**PROMPT:** The answer is the set of lines that include "const", copied from the data below.

**DATA TO EXAMINE:**
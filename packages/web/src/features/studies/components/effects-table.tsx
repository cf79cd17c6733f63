import { makeStyles, tokens } from '@fluentui/react-components';
import type { WeighedOption } from '@steelyard/calc';
import { list } from '../../../shared/format/lists';
import { exactMoney } from '../../../shared/format/money';
import { count, months, power } from '../../../shared/format/numbers';
import { DataTable } from '../../../shared/ui/data-table';
import { OptionTag } from '../../../shared/ui/option-tag';
import type { Effect } from '../model/effects';

const useStyles = makeStyles({
  effects: { display: 'grid', gridTemplateColumns: 'minmax(0, 1fr)', gap: '6px' },
  finding: { fontWeight: 700 },
  option: { display: 'flex', gap: '8px', alignItems: 'center' },
  was: { color: tokens.colorNeutralForeground2 },
  now: { fontWeight: 700 },
});

interface EffectsTableProps {
  label: string;
  effects: readonly Effect[];
  currency: string;
  /** Whether the change has been made already. */
  saved?: boolean;
}

const measures = (currency: string): { label: string; of: (option: WeighedOption) => string }[] => [
  { label: 'Recruited', of: figure(({ recruited }) => count(recruited)) },
  { label: 'Cost', of: figure(({ costs }) => (costs ? exactMoney(costs.total, currency) : 'not stated')) },
  { label: 'Months', of: figure(({ timeline }) => (timeline ? months(timeline.months) : 'not stated')) },
  { label: 'Power', of: figure((appraisal) => power(appraisal.power)) },
];

/** What a change does to every option: recruited, cost, months and power, before and after. */
export function EffectsTable({ label, effects, currency, saved }: EffectsTableProps) {
  const styles = useStyles();
  if (effects.length === 0) return <p>There are no options yet that it could change.</p>;
  const columns = measures(currency);
  const moved = effects.filter((effect) => columns.some(({ of }) => of(effect.before) !== of(effect.after)));
  return (
    <div className={styles.effects}>
      <p className={styles.finding} role="status">
        {finding(moved, effects, saved ?? false)}
      </p>
      {moved.length > 0 && (
        <DataTable
          label={label}
          scrolls
          columns={[{ label: 'Option' }, ...columns.map((column) => ({ ...column, figures: true }))]}
          rows={moved.map(({ position, before, after }) => ({
            key: before.id,
            cells: [
              <span key="option" className={styles.option}>
                <OptionTag letter={before.letter} position={position} small />
                {before.name}
              </span>,
              ...columns.map(({ label: measure, of }) => (
                <Moved key={measure} was={of(before)} now={of(after)} />
              )),
            ],
          }))}
        />
      )}
      {moved.flatMap(({ after }) => {
        const trouble = troubleOf(after);
        return trouble ? [<p key={after.id}>{`${after.letter}: ${trouble}`}</p>] : [];
      })}
    </div>
  );
}

function Moved({ was, now }: { was: string; now: string }) {
  const styles = useStyles();
  if (was === now) return <span className={styles.was}>{now}</span>;
  return (
    <>
      <span className={styles.was}>{was} → </span>
      <span className={styles.now}>{now}</span>
    </>
  );
}

function finding(moved: readonly Effect[], effects: readonly Effect[], saved: boolean): string {
  const letters = list(moved.map(({ before }) => before.letter));
  if (moved.length === 0) return saved ? 'Saved. No option moved.' : 'This moves no option.';
  if (moved.length === effects.length && moved.length > 1)
    return saved ? 'Saved. Every option moved:' : 'This moves every option:';
  return saved ? `Saved. ${letters} moved:` : `This moves ${letters}:`;
}

function troubleOf({ appraisal, error }: WeighedOption): string | undefined {
  if (error) return error.message;
  return appraisal?.feasible === false ? appraisal.infeasible.message : undefined;
}

type Feasible = Extract<NonNullable<WeighedOption['appraisal']>, { feasible: true }>;

const figure =
  (of: (appraisal: Feasible) => string) =>
  ({ appraisal }: WeighedOption): string =>
    appraisal?.feasible ? of(appraisal) : 'none';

**OUTPUT OF THE EXERCISE:**
const useStyles = makeStyles({
const measures = (currency: string): { label: string; of: (option: WeighedOption) => string }[] => [
  const styles = useStyles();
  const columns = measures(currency);
  const moved = effects.filter((effect) => columns.some(({ of }) => of(effect.before) !== of(effect.after)));
        const trouble = troubleOf(after);
  const styles = useStyles();
  const letters = list(moved.map(({ before }) => before.letter));
const figure =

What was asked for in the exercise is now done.